══ Data provided ══
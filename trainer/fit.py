"""From rows that were read, or from arrays, to a trained model: design, judge, prior, solve, witness, results."""

from __future__ import annotations

import math
from collections.abc import Sequence
from dataclasses import dataclass, replace
from fractions import Fraction

import numpy as np
import numpy.typing as npt

from runtime_min.errors import FitError, Problem
from runtime_min.model import (
    Certificate,
    FittedRows,
    Score,
    TrainedInput,
    TrainedModel,
    TrainedPrior,
    TrainedTerm,
)
from runtime_min.sealing import round_to
from trainer.arrays import LARGEST, read_arrays
from trainer.design import Column, columns_of, design_matrix, typical_value, with_typical
from trainer.judge import judge
from trainer.operate import held_out_results
from trainer.plan import InputPlan, Plan
from trainer.prior import FOLDS, ColumnPrior, PriorRule, choose_sd, rule_of
from trainer.solve import solve
from trainer.split import folds, held_out_rows
from trainer.standardise import Standardised, class_sums, standardise
from trainer.table import Rows
from trainer.witness import log_odds_with_bounds, real_rows, shift_to_field, witness_of

Floats = npt.NDArray[np.float64]
Labels = npt.NDArray[np.int64]


@dataclass(frozen=True)
class _Data:
    """What is fitted: values (n, inputs) without a missing one, labels (n,), row_weights (n,) > 0 or None.

    limits: (low, high) of each input, for the witness. real (m, inputs): rows that it may show, or None.
    """

    inputs: tuple[TrainedInput, ...]
    classes: tuple[str, ...]
    values: Floats
    labels: Labels
    row_weights: Floats | None
    limits: Sequence[tuple[float, float]]
    counts: FittedRows
    prevalence: Fraction | None = None
    real: Floats | None = None

    @property
    def columns(self) -> tuple[Column, ...]:
        return columns_of(self.inputs)


def fit_plan(plan: Plan, rows: Rows) -> TrainedModel:
    """Fit what the plan asks for on the rows that it does not hold out.

    Centres, scales, typical values, the prior's strength and weights come from the fitted rows alone; the results are
    of the held-out rows alone. Raises RowsError where the rows cannot be split, FitError with all that keeps them from
    determining a model.
    """
    out = held_out_rows(rows, plan.rows.held_out, plan.rows.seed)
    data = _to_fit(plan, rows, out)
    rule = rule_of(plan.prior, data.columns)
    standardised = _standardised(data, rule, Fraction(1) if plan.prior.method != "fixed" else plan.prior.sd)
    sd, choice = plan.prior.sd, None
    if plan.prior.method == "cross-validation" and rule.is_shared:
        fold = folds(rows, ~out, FOLDS, plan.rows.seed)
        choice = choose_sd(data.inputs, rows.values[~out], data.labels, data.row_weights, fold, rule)
        sd = Fraction(str(choice.sd))
    trained = replace(_fit(data, standardised, rule, sd), choice=choice)
    if not out.any():
        return trained
    values = with_typical(rows.values[out], [entry.typical for entry in trained.inputs])
    log_odds, _ = log_odds_with_bounds(trained.terms, trained.scores[0], values)
    base_rate = trained.class_weights[1] / math.fsum(trained.class_weights)
    weights = None if rows.weights is None else rows.weights[out]
    return replace(trained, held_out=held_out_results(log_odds, rows.labels[out], base_rate, weights))


def fit_map(
    X: npt.ArrayLike,
    y: npt.ArrayLike,
    sd: float | Sequence[float] = 1.0,
    names: Sequence[str] | None = None,
    row_weights: npt.ArrayLike | None = None,
    intercept_sd: float = math.inf,
) -> TrainedModel:
    """The MAP logistic model of two classes from arrays; every row is fitted, none is held out.

    maximise  sum_l ω_l log p(y_l | x_l)  -  1/2 sum_j (w_j / sd_j)^2  -  1/2 (b / intercept_sd)^2

    over the intercept b and the weights w on standardised columns (weighted mean 0, population sd 1).

    X: (n, d) numbers, each column in a unit of your own. y: (n,) of two different values (bools, integers, texts);
    sorted, the last is the event. sd: of the Gaussian prior on each weight, one number or d of them; math.inf is flat.
    names: d input names; by default the columns' of a data frame, else x0, x1, … row_weights: (n,) >= 0; a row of
    weight 0 is left out.

    Raises RowsError with every problem of the arrays (and of the other arguments, if any), FitError with every problem
    of the other arguments alone, or with all that keeps the rows from determining a model.
    """
    read = read_arrays(X, y, sd, names, row_weights, intercept_sd)
    data = _Data(
        tuple(TrainedInput(name, "", (), None) for name in read.names),
        read.classes,
        read.values,
        read.labels,
        read.row_weights,
        read.limits,
        FittedRows(read.total, 0, len(read.values), 0, None),
    )
    own = tuple(ColumnPrior(sd=_exact_sd(own_sd), shared=False) for own_sd in read.sds)
    rule = PriorRule(own, _exact_sd(read.intercept_sd))
    trained = _fit(data, _standardised(data, rule, None), rule, None)
    means = tuple(TrainedInput(term.name, "", (), term.centre) for term in trained.terms)
    return replace(trained, inputs=means)


def _to_fit(plan: Plan, rows: Rows, out: npt.NDArray[np.bool_]) -> _Data:
    fitted, weights = rows.values[~out], None if rows.weights is None else rows.weights[~out]
    inputs = tuple(
        TrainedInput(entry.name, entry.unit, entry.levels, typical_value(column, len(entry.levels), weights))
        for entry, column in zip(rows.inputs, fitted.T, strict=True)
    )
    if empty := [entry.name for entry in inputs if entry.typical is None]:
        found, todo = f"found no value in any of the {len(fitted)} fitted rows", "remove the input"
        raise FitError(Problem(f'[[input]] "{name}"', found, todo) for name in empty)
    typical = [entry.typical for entry in inputs]
    shown = real_rows(rows.keys, np.flatnonzero(~out)) if plan.real_rows else None
    return _Data(
        inputs,
        rows.classes,
        with_typical(fitted, typical),
        rows.labels[~out],
        weights,
        [_limits(entry) for entry in rows.inputs],
        FittedRows(rows.total, rows.dropped, len(fitted), int(out.sum()), rows.sha256),
        plan.decision.prevalence,
        None if shown is None else with_typical(rows.values[shown], typical),
    )


def _standardised(data: _Data, rule: PriorRule, sd: Fraction | None) -> Standardised:
    """Raises FitError with every reason why the rows do not determine a model; sd: shared, any finite one is alike."""
    problems = [
        Problem(f'input "{entry.name}"', f"found numbers as large as {max(map(abs, ends)):g}", "take a larger unit")
        for entry, ends in zip(data.inputs, data.limits, strict=True)
        if max(map(abs, ends)) > LARGEST
    ]
    if problems:
        raise FitError(problems)
    matrix = design_matrix(data.columns, data.values)
    standardised = standardise(matrix, data.row_weights, [column.form == "value" for column in data.columns])
    names = [column.name for column in data.columns]
    prior = rule.on(standardised.scales, sd)
    if reasons := judge(matrix, data.labels, data.row_weights, prior, names, data.classes):
        raise FitError(reasons)
    return standardised


def _fit(data: _Data, standardised: Standardised, rule: PriorRule, sd: Fraction | None) -> TrainedModel:
    prior = rule.on(standardised.scales, sd)
    solution = solve(standardised.columns, data.labels, data.row_weights, prior)
    terms = tuple(
        TrainedTerm(column.name, column.form, column.of, column.level, centre, scale)
        for column, centre, scale in zip(data.columns, standardised.centres, standardised.scales, strict=True)
    )
    scores = (Score(solution.intercept, solution.weights),)
    class_weights = class_sums(data.labels, data.row_weights, len(data.classes))
    shift = shift_to_field(data.prevalence, class_weights)
    return TrainedModel(
        inputs=data.inputs,
        classes=data.classes,
        class_weights=class_weights,
        terms=terms,
        scores=scores,
        prior=TrainedPrior(prior.means, tuple(_stored_sd(sd) for sd in prior.sds), _stored_sd(prior.intercept_sd)),
        covariance=solution.covariance,
        certificate=Certificate(solution.gradient, solution.newton_decrement, solution.distance),
        rows=data.counts,
        held_out=None,
        witness=witness_of(data.inputs, terms, scores, data.limits, shift, data.real),
        prevalence=None if data.prevalence is None else str(data.prevalence),
    )


def _exact_sd(sd: float) -> Fraction | None:
    return None if math.isinf(sd) else Fraction(sd)


def _stored_sd(sd: float) -> float | None:
    return None if math.isinf(sd) else sd


def _limits(entry: InputPlan) -> tuple[float, float]:
    if entry.levels:
        return 0.0, len(entry.levels) - 1.0
    if entry.low is None or entry.high is None:
        raise ValueError(f"the range of {entry.name} was not read from the rows")
    return _inside(entry.low, math.inf), _inside(entry.high, -math.inf)


def _inside(limit: Fraction, inwards: float) -> float:
    """The limit in binary64; the next number inwards where rounding it on to binary32 would leave the device's range.

    1.00000005960464477539063 is such a limit: its binary64 lies halfway between two binary32 numbers.
    """
    number = float(limit)
    twice, once = round_to("binary32", Fraction(number)), round_to("binary32", limit)
    return number if twice == once else math.nextafter(number, inwards)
═══
» Task objective
As the answer, set down only the lines from the data above between the one holding "shown = real_rows(rows.keys, np.flatnonzero(~out))" and the one holding "class_sums(data.labels, data.row_weights, len(data.classes))", inclusive, exactly as they read.

» Response for this exercise
    shown = real_rows(rows.keys, np.flatnonzero(~out)) if plan.real_rows else None
    return _Data(
        inputs,
        rows.classes,
        with_typical(fitted, typical),
        rows.labels[~out],
        weights,
        [_limits(entry) for entry in rows.inputs],
        FittedRows(rows.total, rows.dropped, len(fitted), int(out.sum()), rows.sha256),
        plan.decision.prevalence,
        None if shown is None else with_typical(rows.values[shown], typical),
    )


def _standardised(data: _Data, rule: PriorRule, sd: Fraction | None) -> Standardised:
    """Raises FitError with every reason why the rows do not determine a model; sd: shared, any finite one is alike."""
    problems = [
        Problem(f'input "{entry.name}"', f"found numbers as large as {max(map(abs, ends)):g}", "take a larger unit")
        for entry, ends in zip(data.inputs, data.limits, strict=True)
        if max(map(abs, ends)) > LARGEST
    ]
    if problems:
        raise FitError(problems)
    matrix = design_matrix(data.columns, data.values)
    standardised = standardise(matrix, data.row_weights, [column.form == "value" for column in data.columns])
    names = [column.name for column in data.columns]
    prior = rule.on(standardised.scales, sd)
    if reasons := judge(matrix, data.labels, data.row_weights, prior, names, data.classes):
        raise FitError(reasons)
    return standardised


def _fit(data: _Data, standardised: Standardised, rule: PriorRule, sd: Fraction | None) -> TrainedModel:
    prior = rule.on(standardised.scales, sd)
    solution = solve(standardised.columns, data.labels, data.row_weights, prior)
    terms = tuple(
        TrainedTerm(column.name, column.form, column.of, column.level, centre, scale)
        for column, centre, scale in zip(data.columns, standardised.centres, standardised.scales, strict=True)
    )
    scores = (Score(solution.intercept, solution.weights),)
    class_weights = class_sums(data.labels, data.row_weights, len(data.classes))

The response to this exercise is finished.